**WHAT YOU NEED TO DO:** Please output each line of the data exactly as it appears.

**DATA FOR THIS TASK:**
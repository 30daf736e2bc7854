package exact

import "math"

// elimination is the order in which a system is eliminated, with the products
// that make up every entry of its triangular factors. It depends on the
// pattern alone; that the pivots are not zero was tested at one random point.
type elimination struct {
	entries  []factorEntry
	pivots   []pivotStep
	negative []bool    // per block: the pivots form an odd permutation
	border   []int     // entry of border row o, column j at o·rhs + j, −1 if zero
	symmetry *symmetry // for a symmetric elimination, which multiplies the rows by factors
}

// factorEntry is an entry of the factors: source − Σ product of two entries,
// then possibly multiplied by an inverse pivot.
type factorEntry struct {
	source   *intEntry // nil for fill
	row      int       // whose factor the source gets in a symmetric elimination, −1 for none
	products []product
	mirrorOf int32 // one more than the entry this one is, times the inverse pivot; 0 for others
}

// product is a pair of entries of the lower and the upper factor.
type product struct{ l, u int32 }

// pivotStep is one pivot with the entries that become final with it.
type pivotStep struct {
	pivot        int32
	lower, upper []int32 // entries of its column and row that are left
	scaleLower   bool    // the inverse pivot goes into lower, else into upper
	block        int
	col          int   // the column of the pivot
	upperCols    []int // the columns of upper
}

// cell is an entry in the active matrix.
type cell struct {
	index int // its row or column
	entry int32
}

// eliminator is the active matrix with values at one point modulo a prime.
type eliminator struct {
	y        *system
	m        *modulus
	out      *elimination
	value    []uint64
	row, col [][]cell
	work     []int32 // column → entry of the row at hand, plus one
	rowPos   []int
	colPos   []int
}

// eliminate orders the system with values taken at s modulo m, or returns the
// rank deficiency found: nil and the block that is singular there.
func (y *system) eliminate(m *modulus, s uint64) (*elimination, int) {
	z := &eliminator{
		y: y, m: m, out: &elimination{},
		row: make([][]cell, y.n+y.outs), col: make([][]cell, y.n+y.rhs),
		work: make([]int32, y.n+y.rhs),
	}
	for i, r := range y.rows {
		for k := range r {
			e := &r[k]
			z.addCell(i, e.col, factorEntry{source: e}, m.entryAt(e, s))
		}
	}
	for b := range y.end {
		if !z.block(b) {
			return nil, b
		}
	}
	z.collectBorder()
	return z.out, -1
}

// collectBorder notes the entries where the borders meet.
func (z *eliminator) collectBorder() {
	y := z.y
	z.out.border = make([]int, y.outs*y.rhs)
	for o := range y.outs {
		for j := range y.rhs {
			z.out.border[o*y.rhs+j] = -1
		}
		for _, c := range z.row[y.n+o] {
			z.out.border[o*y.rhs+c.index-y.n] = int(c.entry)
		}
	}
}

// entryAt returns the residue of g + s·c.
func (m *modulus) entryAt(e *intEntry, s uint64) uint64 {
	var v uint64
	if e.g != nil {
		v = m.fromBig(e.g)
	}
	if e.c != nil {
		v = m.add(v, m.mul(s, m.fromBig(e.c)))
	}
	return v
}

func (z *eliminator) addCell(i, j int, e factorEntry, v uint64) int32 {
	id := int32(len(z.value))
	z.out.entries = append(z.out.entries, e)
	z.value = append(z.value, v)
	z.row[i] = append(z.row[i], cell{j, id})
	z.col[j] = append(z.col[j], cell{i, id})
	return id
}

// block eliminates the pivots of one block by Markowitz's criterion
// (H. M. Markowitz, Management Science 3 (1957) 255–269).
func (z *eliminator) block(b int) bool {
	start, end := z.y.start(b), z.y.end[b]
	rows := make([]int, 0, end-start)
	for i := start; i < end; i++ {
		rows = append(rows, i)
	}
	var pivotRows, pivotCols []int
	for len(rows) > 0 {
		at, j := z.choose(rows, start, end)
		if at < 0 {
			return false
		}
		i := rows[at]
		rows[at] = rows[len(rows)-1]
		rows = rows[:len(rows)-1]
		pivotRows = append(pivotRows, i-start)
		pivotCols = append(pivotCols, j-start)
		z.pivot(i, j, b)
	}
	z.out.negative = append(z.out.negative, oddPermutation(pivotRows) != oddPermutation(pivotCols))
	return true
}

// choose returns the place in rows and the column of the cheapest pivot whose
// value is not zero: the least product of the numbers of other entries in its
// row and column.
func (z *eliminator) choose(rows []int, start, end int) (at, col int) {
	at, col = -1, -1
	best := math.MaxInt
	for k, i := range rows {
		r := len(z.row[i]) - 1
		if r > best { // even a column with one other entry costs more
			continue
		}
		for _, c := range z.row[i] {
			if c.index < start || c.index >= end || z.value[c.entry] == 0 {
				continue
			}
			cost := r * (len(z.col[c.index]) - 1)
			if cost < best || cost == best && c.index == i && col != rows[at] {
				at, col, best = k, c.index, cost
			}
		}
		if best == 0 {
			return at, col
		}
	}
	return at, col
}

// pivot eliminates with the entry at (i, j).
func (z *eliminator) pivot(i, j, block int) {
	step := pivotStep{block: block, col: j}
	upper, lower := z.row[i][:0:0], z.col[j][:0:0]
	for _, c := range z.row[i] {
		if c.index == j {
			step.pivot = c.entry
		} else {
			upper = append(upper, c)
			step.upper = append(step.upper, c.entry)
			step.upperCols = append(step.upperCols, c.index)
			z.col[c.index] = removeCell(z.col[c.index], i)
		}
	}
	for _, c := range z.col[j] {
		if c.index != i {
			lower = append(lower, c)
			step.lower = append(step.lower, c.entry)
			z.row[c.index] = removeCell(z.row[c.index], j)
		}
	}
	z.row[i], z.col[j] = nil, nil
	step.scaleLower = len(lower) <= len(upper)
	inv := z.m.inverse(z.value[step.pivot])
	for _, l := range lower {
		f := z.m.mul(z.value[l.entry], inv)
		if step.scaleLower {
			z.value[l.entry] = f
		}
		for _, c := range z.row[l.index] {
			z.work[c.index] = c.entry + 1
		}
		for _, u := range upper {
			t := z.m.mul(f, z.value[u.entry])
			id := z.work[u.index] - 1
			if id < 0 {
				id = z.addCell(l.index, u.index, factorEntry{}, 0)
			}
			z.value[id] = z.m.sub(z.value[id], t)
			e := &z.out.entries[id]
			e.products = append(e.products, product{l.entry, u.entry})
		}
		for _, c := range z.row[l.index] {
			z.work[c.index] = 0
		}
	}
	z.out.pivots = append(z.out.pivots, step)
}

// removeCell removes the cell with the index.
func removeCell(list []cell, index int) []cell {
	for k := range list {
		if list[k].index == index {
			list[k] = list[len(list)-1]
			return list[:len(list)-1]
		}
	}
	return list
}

**RESULT:**
repository 30daf736e2bc7854
package exact

import "math"

// elimination is the order in which a system is eliminated, with the products
// that make up every entry of its triangular factors. It depends on the
// pattern alone; that the pivots are not zero was tested at one random point.
type elimination struct {
	entries  []factorEntry
	pivots   []pivotStep
	negative []bool    // per block: the pivots form an odd permutation
	border   []int     // entry of border row o, column j at o·rhs + j, −1 if zero
	symmetry *symmetry // for a symmetric elimination, which multiplies the rows by factors
}

// factorEntry is an entry of the factors: source − Σ product of two entries,
// then possibly multiplied by an inverse pivot.
type factorEntry struct {
	source   *intEntry // nil for fill
	row      int       // whose factor the source gets in a symmetric elimination, −1 for none
	products []product
	mirrorOf int32 // one more than the entry this one is, times the inverse pivot; 0 for others
}

// product is a pair of entries of the lower and the upper factor.
type product struct{ l, u int32 }

// pivotStep is one pivot with the entries that become final with it.
type pivotStep struct {
	pivot        int32
	lower, upper []int32 // entries of its column and row that are left
	scaleLower   bool    // the inverse pivot goes into lower, else into upper
	block        int
	col          int   // the column of the pivot
	upperCols    []int // the columns of upper
}

// cell is an entry in the active matrix.
type cell struct {
	index int // its row or column
	entry int32
}

// eliminator is the active matrix with values at one point modulo a prime.
type eliminator struct {
	y        *system
	m        *modulus
	out      *elimination
	value    []uint64
	row, col [][]cell
	work     []int32 // column → entry of the row at hand, plus one
	rowPos   []int
	colPos   []int
}

// eliminate orders the system with values taken at s modulo m, or returns the
// rank deficiency found: nil and the block that is singular there.
func (y *system) eliminate(m *modulus, s uint64) (*elimination, int) {
	z := &eliminator{
		y: y, m: m, out: &elimination{},
		row: make([][]cell, y.n+y.outs), col: make([][]cell, y.n+y.rhs),
		work: make([]int32, y.n+y.rhs),
	}
	for i, r := range y.rows {
		for k := range r {
			e := &r[k]
			z.addCell(i, e.col, factorEntry{source: e}, m.entryAt(e, s))
		}
	}
	for b := range y.end {
		if !z.block(b) {
			return nil, b
		}
	}
	z.collectBorder()
	return z.out, -1
}

// collectBorder notes the entries where the borders meet.
func (z *eliminator) collectBorder() {
	y := z.y
	z.out.border = make([]int, y.outs*y.rhs)
	for o := range y.outs {
		for j := range y.rhs {
			z.out.border[o*y.rhs+j] = -1
		}
		for _, c := range z.row[y.n+o] {
			z.out.border[o*y.rhs+c.index-y.n] = int(c.entry)
		}
	}
}

// entryAt returns the residue of g + s·c.
func (m *modulus) entryAt(e *intEntry, s uint64) uint64 {
	var v uint64
	if e.g != nil {
		v = m.fromBig(e.g)
	}
	if e.c != nil {
		v = m.add(v, m.mul(s, m.fromBig(e.c)))
	}
	return v
}

func (z *eliminator) addCell(i, j int, e factorEntry, v uint64) int32 {
	id := int32(len(z.value))
	z.out.entries = append(z.out.entries, e)
	z.value = append(z.value, v)
	z.row[i] = append(z.row[i], cell{j, id})
	z.col[j] = append(z.col[j], cell{i, id})
	return id
}

// block eliminates the pivots of one block by Markowitz's criterion
// (H. M. Markowitz, Management Science 3 (1957) 255–269).
func (z *eliminator) block(b int) bool {
	start, end := z.y.start(b), z.y.end[b]
	rows := make([]int, 0, end-start)
	for i := start; i < end; i++ {
		rows = append(rows, i)
	}
	var pivotRows, pivotCols []int
	for len(rows) > 0 {
		at, j := z.choose(rows, start, end)
		if at < 0 {
			return false
		}
		i := rows[at]
		rows[at] = rows[len(rows)-1]
		rows = rows[:len(rows)-1]
		pivotRows = append(pivotRows, i-start)
		pivotCols = append(pivotCols, j-start)
		z.pivot(i, j, b)
	}
	z.out.negative = append(z.out.negative, oddPermutation(pivotRows) != oddPermutation(pivotCols))
	return true
}

// choose returns the place in rows and the column of the cheapest pivot whose
// value is not zero: the least product of the numbers of other entries in its
// row and column.
func (z *eliminator) choose(rows []int, start, end int) (at, col int) {
	at, col = -1, -1
	best := math.MaxInt
	for k, i := range rows {
		r := len(z.row[i]) - 1
		if r > best { // even a column with one other entry costs more
			continue
		}
		for _, c := range z.row[i] {
			if c.index < start || c.index >= end || z.value[c.entry] == 0 {
				continue
			}
			cost := r * (len(z.col[c.index]) - 1)
			if cost < best || cost == best && c.index == i && col != rows[at] {
				at, col, best = k, c.index, cost
			}
		}
		if best == 0 {
			return at, col
		}
	}
	return at, col
}

// pivot eliminates with the entry at (i, j).
func (z *eliminator) pivot(i, j, block int) {
	step := pivotStep{block: block, col: j}
	upper, lower := z.row[i][:0:0], z.col[j][:0:0]
	for _, c := range z.row[i] {
		if c.index == j {
			step.pivot = c.entry
		} else {
			upper = append(upper, c)
			step.upper = append(step.upper, c.entry)
			step.upperCols = append(step.upperCols, c.index)
			z.col[c.index] = removeCell(z.col[c.index], i)
		}
	}
	for _, c := range z.col[j] {
		if c.index != i {
			lower = append(lower, c)
			step.lower = append(step.lower, c.entry)
			z.row[c.index] = removeCell(z.row[c.index], j)
		}
	}
	z.row[i], z.col[j] = nil, nil
	step.scaleLower = len(lower) <= len(upper)
	inv := z.m.inverse(z.value[step.pivot])
	for _, l := range lower {
		f := z.m.mul(z.value[l.entry], inv)
		if step.scaleLower {
			z.value[l.entry] = f
		}
		for _, c := range z.row[l.index] {
			z.work[c.index] = c.entry + 1
		}
		for _, u := range upper {
			t := z.m.mul(f, z.value[u.entry])
			id := z.work[u.index] - 1
			if id < 0 {
				id = z.addCell(l.index, u.index, factorEntry{}, 0)
			}
			z.value[id] = z.m.sub(z.value[id], t)
			e := &z.out.entries[id]
			e.products = append(e.products, product{l.entry, u.entry})
		}
		for _, c := range z.row[l.index] {
			z.work[c.index] = 0
		}
	}
	z.out.pivots = append(z.out.pivots, step)
}

// removeCell removes the cell with the index.
func removeCell(list []cell, index int) []cell {
	for k := range list {
		if list[k].index == index {
			list[k] = list[len(list)-1]
			return list[:len(list)-1]
		}
	}
	return list
}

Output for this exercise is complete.